What are scleral lenses?
Scleral lenses are large diameter rigid gas permeable lenses that range from 14 mm to over 20 mm in diameter. They are termed “scleral” lenses because scleral lenses completely cover the cornea (the clear dome of tissue that covers the colored part of the eye) and extend onto the sclera (the white part of the eye that forms the outer wall of the eye).
As large diameter rigid gas permeable lens designs have developed, so have classification systems to describe these lenses. Many of these classification systems are based solely on lens size. However, these lenses could also be classified based upon their fitting characteristics: corneal lenses are supported exclusively by the cornea, and do not extend past the limbus (the junction between the cornea and the sclera). Corneoscleral lenses are supported by both cornea and sclera and extend past the limbus. Mini-scleral and scleral lenses, commonly referred to as scleral lenses, are supported exclusively by the sclera and completely vault the cornea and the limbus.
Why are the advantages of scleral lenses?
Large diameter scleral lenses offer certain advantages over corneal lenses. First, large-diameter lenses may be more comfortable than corneal lenses. The cornea is one of the most highly sensitive tissues in the body. The conjunctiva (soft, clear tissue that lies over the sclera) is much less sensitive than the cornea. Lenses that rest primarily or exclusively on the conjunctiva may induce less sensation than smaller lenses that rest upon the cornea. This is why scleral lenses are extremely comfortable.
In some patients, corneal tissue is damaged. Because scleral lenses do not touch the cornea, the cornea is bathed all day long with preservative free saline to rejuvenate the ocular surface. Scleral lenses extend under the upper and lower lids and rarely dislocate. Scleral lenses demonstrate excellent centration and stability.
Who could potentially benefit from scleral lenses?
Patients with irregular corneas, patients with conditions that affect the tear film, and patients with refractive error (nearsightedness, farsightedness, astigmatism and presbyopia) who are unable to wear other forms of correction could benefit from scleral lenses.
Conditions such as keratoconus and pellucid marginal corneal degeneration cause irregularity of the cornea. Surgery (keratoplasty, refractive surgery) can also lead to corneal irregularity. If the cornea is not smooth, vision will not be easily correctable with spectacles or most soft contact lenses. Scleral lenses mask this irregularity and allow for improved vision by providing a smooth front surface.

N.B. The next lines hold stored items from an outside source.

/**
 * One measurement in its own process (so peak memory is this task's alone). Prints one JSON line:
 * { ms, rssBeforeMB, maxRssMB, count }.
 * Usage: tsx scripts/bench/measure.ts <task> <file> [args]
 *   read-valleyscope <file>     read through the core loader (streaming where the reader can)
 *   read-only <file>            the reader alone, streamed through a ranged source (no companions, no label
 *                               inference from the lattice, no file hash: as `analyze` reads, which prints none;
 *                               `annotate` adds the SHA-256): what a reader's own speed and memory goals are about
 *   json-parse <file.json>      read the file and JSON.parse it (the runtime's C++ number parser)
 *   newline-count <file>        read in 16 MiB chunks and count newlines (the I/O floor)
 *   analyze-path <nk> <nb>      full analysis of a synthetic path band structure (all extrema, fits, symmetry)
 */
import { openSync, readSync, closeSync, readFileSync } from 'node:fs';
import { loadRun, locateRun } from '../../src/core/load';
import { nodeFileAccessor } from '../../src/cli/nodeFileAccessor';
import { analyzeBandStructure } from '../../src/core/analysis/analyze';
import { ensureSymmetryReady } from '../../src/core/lattice/symmetry';
import { installNativeSha256 } from '../../src/cli/nativeHash';
import type { BandStructure } from '../../src/core/model';
import { oneSpinBands } from '../../test/support/bandStructure';
import { diamondStructure, fccLattice } from '../../test/support/models';

async function main(): Promise<void> {
  const [task, a1, a2] = process.argv.slice(2);
  // As the CLI does: node's native SHA-256 for the source hash.
  installNativeSha256();
  await ensureSymmetryReady();
  const rssBefore = process.memoryUsage().rss;
  const t0 = performance.now();
  // CPU time of this process (user + system, all threads): less disturbed than wall time by other load.
  const cpu0 = process.cpuUsage();
  let count = 0;
  if (task === 'read-valleyscope') {
    const bs = await loadRun(nodeFileAccessor, a1!);
    count = bs.nk * bs.nBands * bs.nSpin;
  } else if (task === 'read-only') {
    const loc = await locateRun(nodeFileAccessor, a1!);
    const stream = nodeFileAccessor.openRanged!(loc.file);
    try {
      const bs = loc.reader.read({ path: loc.file, bytes: new Uint8Array(0), stream }, [], { hashSources: false });
      count = bs.nk * bs.nBands * bs.nSpin;
    } finally {
      stream.close();
    }
  } else if (task === 'json-parse') {
    const arr = JSON.parse(readFileSync(a1!, 'utf8')) as number[];
    count = arr.length;
  } else if (task === 'newline-count') {
    const fd = openSync(a1!, 'r');
    const buf = new Uint8Array(16 * 1024 * 1024);
    for (;;) {
      const n = readSync(fd, buf, 0, buf.length, null);
      if (n === 0) break;
      for (let i = 0; i < n; i++) if (buf[i] === 10) count++;
    }
    closeSync(fd);
  } else if (task === 'analyze-path') {
    const bs = syntheticPath(Number(a1), Number(a2));
    const t1 = performance.now();
    const r = analyzeBandStructure(bs);
    count = r.extrema.length;
    const ms = performance.now() - t1;
    console.log(JSON.stringify({ ms, rssBeforeMB: rssBefore / 2 ** 20, maxRssMB: process.resourceUsage().maxRSS / 1024, count }));
    return;
  } else throw new Error(`unknown task ${task}`);
  const ms = performance.now() - t0;
  const cpu = process.cpuUsage(cpu0);
  const cpuMs = (cpu.user + cpu.system) / 1000;
  console.log(JSON.stringify({ ms, cpuMs, rssBeforeMB: rssBefore / 2 ** 20, maxRssMB: process.resourceUsage().maxRSS / 1024, count }));
}

/** A diamond-like crystal's path with cosine bands: nk points along Γ–X–W–L–Γ, nb bands, a gap in the middle. */
function syntheticPath(nk: number, nb: number): BandStructure {
  const a = 5.43;
  const ends = [
    [0, 0, 0],
    [0.5, 0, 0.5],
    [0.5, 0.25, 0.75],
    [0.5, 0.5, 0.5],
    [0, 0, 0],
  ];
  const per = Math.floor(nk / (ends.length - 1));
  const kpoints = new Float64Array(per * (ends.length - 1) * 3);
  const n = kpoints.length / 3;
  let i = 0;
  for (let s = 0; s < ends.length - 1; s++) {
    for (let j = 0; j < per; j++) {
      const t = j / (per - 1);
      for (let c = 0; c < 3; c++) kpoints[3 * i + c] = ends[s]![c]! + (ends[s + 1]![c]! - ends[s]![c]!) * t;
      i++;
    }
  }
  const energies = new Float64Array(n * nb);
  for (let k = 0; k < n; k++) {
    const x = kpoints[3 * k]!,
      y = kpoints[3 * k + 1]!,
      z = kpoints[3 * k + 2]!;
    const c = Math.cos(2 * Math.PI * x) + Math.cos(2 * Math.PI * y) + Math.cos(2 * Math.PI * z);
    for (let b = 0; b < nb; b++) {
      const base = b < nb / 2 ? -12 + (10 * b) / (nb / 2) : 1 + (10 * (b - nb / 2)) / (nb / 2);
      energies[k * nb + b] = base + (b < nb / 2 ? 0.3 : -0.3) * c * (1 + (b % 3) * 0.1);
    }
  }
  const labels = ['Γ', 'X', 'W', 'L'].map((label, s) => ({ index: s * per, label }));
  return oneSpinBands({
    source: { format: 'synthetic', file: 'synthetic', files: [] },
    lattice: fccLattice(a),
    structure: diamondStructure(a, 'Si'),
    kpoints,
    nBands: nb,
    energies,
    electrons: nb,
    labels,
    sampling: 'path',
  });
}

void main();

Some patients have disorders that affect the quality or quantity of tears that help to keep the eye’s surface smooth and healthy. Dry eye syndrome, graft vs. host disease, Sjögren’s syndrome, Stevens Johnson syndrome, and neurotrophic keratopathy are examples of such conditions. Some inflammatory conditions, including limbal stem cell deficiency and ocular cicatricial pemphigoid, also cause serious damage to the front surface of the eye. Patients who cannot close their lids completely may also experience problems with the health of the surface of the eye. The fluid reservoir beneath a scleral lens may improve comfort, and may allow the corneal surface to heal.
Patients who need visual correction, but are unable to wear other contact lenses, may find scleral lenses more comfortable than other lens designs.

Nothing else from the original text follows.